Embedded Systems Are the Foundation, Not the Destination

Embedded systems teach students how to interact with hardware. Sensors, controllers, actuators, and firmware logic. These skills remain critical and should not be removed from any curriculum.

Traditionally, embedded systems operate as standalone devices. They log data locally. Someone retrieves that data manually. Processing happens later, offline.

This model made sense when connectivity was limited.

Today, it no longer reflects reality.

When connectivity exists, and in most places it does, systems should send data automatically. They should be monitored remotely. Their health should be visible. Failures should be detected early, not after complaints arrive.

This shift from standalone devices to connected systems is the defining difference between embedded systems and IoT.

A Real IoT Lab Teaches Systems Thinking

IoT is not a single technology. It is a system of systems.

A proper IoT lab must expose students to multiple layers of technology working together. Not as theory slides, but through hands-on design, deployment, and troubleshooting.

At a minimum, students should experience:

  • Hardware and firmware, where devices sense and act
  • Connectivity and protocols, where data moves across networks
  • Platforms and middleware, where devices are managed, and data is processed
  • Analytics and visualisation, where meaning is extracted
  • Security is embedded across every layer

When one layer fails, students must know where to look.

Is the device offline?
Is the network unstable?
Is authentication failing?
Is data reaching the platform but not the dashboard?

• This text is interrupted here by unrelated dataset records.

impl Told {
    fn of(basin: Basin) -> Self {
        let ended = basin.run("study scenario.toml --into out --quiet");
        assert_eq!(ended.status, 0, "{}", ended.stderr);
        let summary = serde_json::from_str(&basin.read("out/summary.json")).unwrap();
        Self { summary, page: basin.read("out/briefing.html"), basin }
    }

    fn places(&self, name: &str) -> &Value {
        &self.summary["findings"]["places"][name]
    }

    /// The one sentence of a part of the answer that holds these words; the page has it as it is.
    fn sentence(&self, part: &str, words: &str) -> &str {
        let said = self.summary["answer"][part].as_array().unwrap();
        let mut with = said.iter().filter_map(Value::as_str).filter(|said| said.contains(words));
        let (Some(sentence), None) = (with.next(), with.next()) else {
            panic!("not one {words:?}: {said:?}")
        };
        let on_page = sentence.replace('<', "&lt;").replace('>', "&gt;");
        assert!(self.page.contains(&on_page), "not on the page: {sentence}");
        sentence
    }

    /// A cell of a table is the summary's number, or empty where there is none; rows are counted from 0. 1e-12 is the rounding of the
    /// reader of JSON.
    fn tells(&self, table: &str, row: usize, column: &str, expected: &Value) {
        let text = self.basin.read(&format!("out/tables/{table}.csv"));
        let mut reader = csv::Reader::from_reader(text.as_bytes());
        let header = reader.headers().unwrap().clone();
        let column = header
            .iter()
            .position(|name| name == column)
            .unwrap_or_else(|| panic!("no {column}: {header:?}"));
        let cell = reader.records().nth(row).unwrap().unwrap()[column].to_owned();
        let found: Option<f64> = cell.parse().ok();
        let is_same = match (found, expected.as_f64()) {
            (Some(found), Some(expected)) => (found - expected).abs() <= 1e-12 * expected.abs(),
            (found, expected) => found == expected && cell.is_empty(),
        };
        assert!(is_same, "{column} of {table}: {cell:?} for {expected}");
    }

    /// `1700–2000 m`: a band, counted from 0, the lowest.
    fn band(&self, at: &Value) -> String {
        let band = &self.summary["findings"]["bands"][at.as_u64().unwrap() as usize];
        format!("{}–{} m", number(&band["lower_m"]), number(&band["upper_m"]))
    }
}

/// Winters about freezing.
fn warm() -> &'static Told {
    static TOLD: OnceLock<Told> = OnceLock::new();
    TOLD.get_or_init(|| Told::of(basin(8.0, 8.0, "")))
}

/// Frozen through at both levels, and with so much more precipitation that snow gains.
fn cold() -> &'static Told {
    static TOLD: OnceLock<Told> = OnceLock::new();
    TOLD.get_or_init(|| Told::of(basin(-1.0, 12.0, "precipitation_change_pct_per_c = 15")))
}

fn number(of: &Value) -> f64 {
    of.as_f64().unwrap_or_else(|| panic!("{of} is no number"))
}

/// The number that follows some words is the expected one, to half of its last decimal; 1e-9 is rounding.
fn says(sentence: &str, before: &str, expected: f64) {
    let (_, after) = sentence.split_once(before).unwrap_or_else(|| panic!("no {before:?}: {sentence}"));
    let written = after.replace('−', "-").replace('\u{2009}', "");
    let end = written.find(|c: char| !(c.is_ascii_digit() || "+-.".contains(c))).unwrap_or(written.len());
    let written = written[..end].trim_end_matches('.');
    let decimals = written.split_once('.').map_or(0.0, |(_, decimals)| decimals.len() as f64);
    let found: f64 = written.parse().unwrap_or_else(|_| panic!("no number after {before:?}: {sentence}"));
    let allowed = 0.5 * libm::pow(10.0, -decimals) + 1e-9;
    assert!((found - expected).abs() <= allowed, "{found} for {expected} after {before:?}: {sentence}");
}

/// `a to b` after some words.
fn says_range(sentence: &str, before: &str, low: &Value, high: &Value) {
    says(sentence, before, number(low));
    says(sentence.split_once(before).unwrap().1, " to ", number(high));
}

/// A chance in the brackets that follow some words: the chance, or the bound on one that was never or always seen.
fn says_chance(sentence: &str, before: &str, chance: &Value) {
    let (_, after) = sentence.split_once(before).unwrap_or_else(|| panic!("no {before:?}: {sentence}"));
    let (value, bound) = (number(&chance["value"]), chance["bound"].as_f64());
    match bound {
        None => says(after, "(", 100.0 * value),
        Some(bound) if value > 0.5 => says(after, "(> ", 100.0 * (1.0 - bound)),
        Some(bound) => says(after, "(< ", 100.0 * bound),
    }
}

/// The limit of a low-snow year is that of the low-snow odds, the chances and the ratio are the summary's, and the ratio is that of the two
/// chances, or there is none and a reason.
#[test]
fn coincidence_says_its_chances() {
    let mut ratios = 0;
    for told in [warm(), cold()] {
        let found = told.places("coincidence");
        let low = &told.summary["findings"]["by_year"]["low_snow"];
        assert_eq!(found["low_snow_below_quantile"], 0.3);
        let limits = [number(&found["low_snow_below_mm"]), number(&low["below_mm"]["value"])];
        assert!((limits[0] - limits[1]).abs() < 1e-9, "one limit: {limits:?}");
        let said = told.sentence("dry_and_warm", "are both dry and warm");
        says_chance(said, "At the reference, ", &found["levels"][0]["dry_warm"]);
        says_chance(said, "; at +2 °C, ", &found["levels"][1]["dry_warm"]);
        says(said, "A dry year is low in snow, below the ", 30.0);
        told.tells("dry-and-warm", 0, "low_snow_below_quantile", &found["low_snow_below_quantile"]);
        told.tells("dry-and-warm-record", 0, "low_snow_below_quantile", &found["low_snow_below_quantile"]);
        let given = &found["levels"][0]["low_snow_given_dry"];
        let [in_warm, in_cool] = ["warm", "cool"].map(|kind| number(&given[kind]["value"]));
        says(said, "single years, with a chance of ", 100.0 * in_warm);
        says(said, "where it is warm, and ", 100.0 * in_cool);
        match given["ratio"]["value"].as_f64() {
            Some(ratio) => {
                assert!((ratio - in_warm / in_cool).abs() < 1e-12, "{given}");
                says(said, "where it is cool, ", ratio);
                ratios += 1;
            }
            None => {
                assert_eq!(in_cool, 0.0, "{given}");
                assert!(
                    said.contains("no dry and cool year is low in snow, so that there is no ratio."),
                    "{said}"
                );
            }
        }
    }
    assert!(ratios > 0, "a ratio in one of the two");
}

Without this layered understanding, graduates struggle when systems behave unpredictably. And real systems always do.

Dashboards Are a Starting Point, Not the Outcome

Dashboards are attractive. They work well during demonstrations. They give quick visibility.

But they are not the goal of IoT.

The real value lies in understanding what happens behind the screen. How data flows. How delays occur. Why alerts fail. Why do devices stop reporting quietly at 3 a.m?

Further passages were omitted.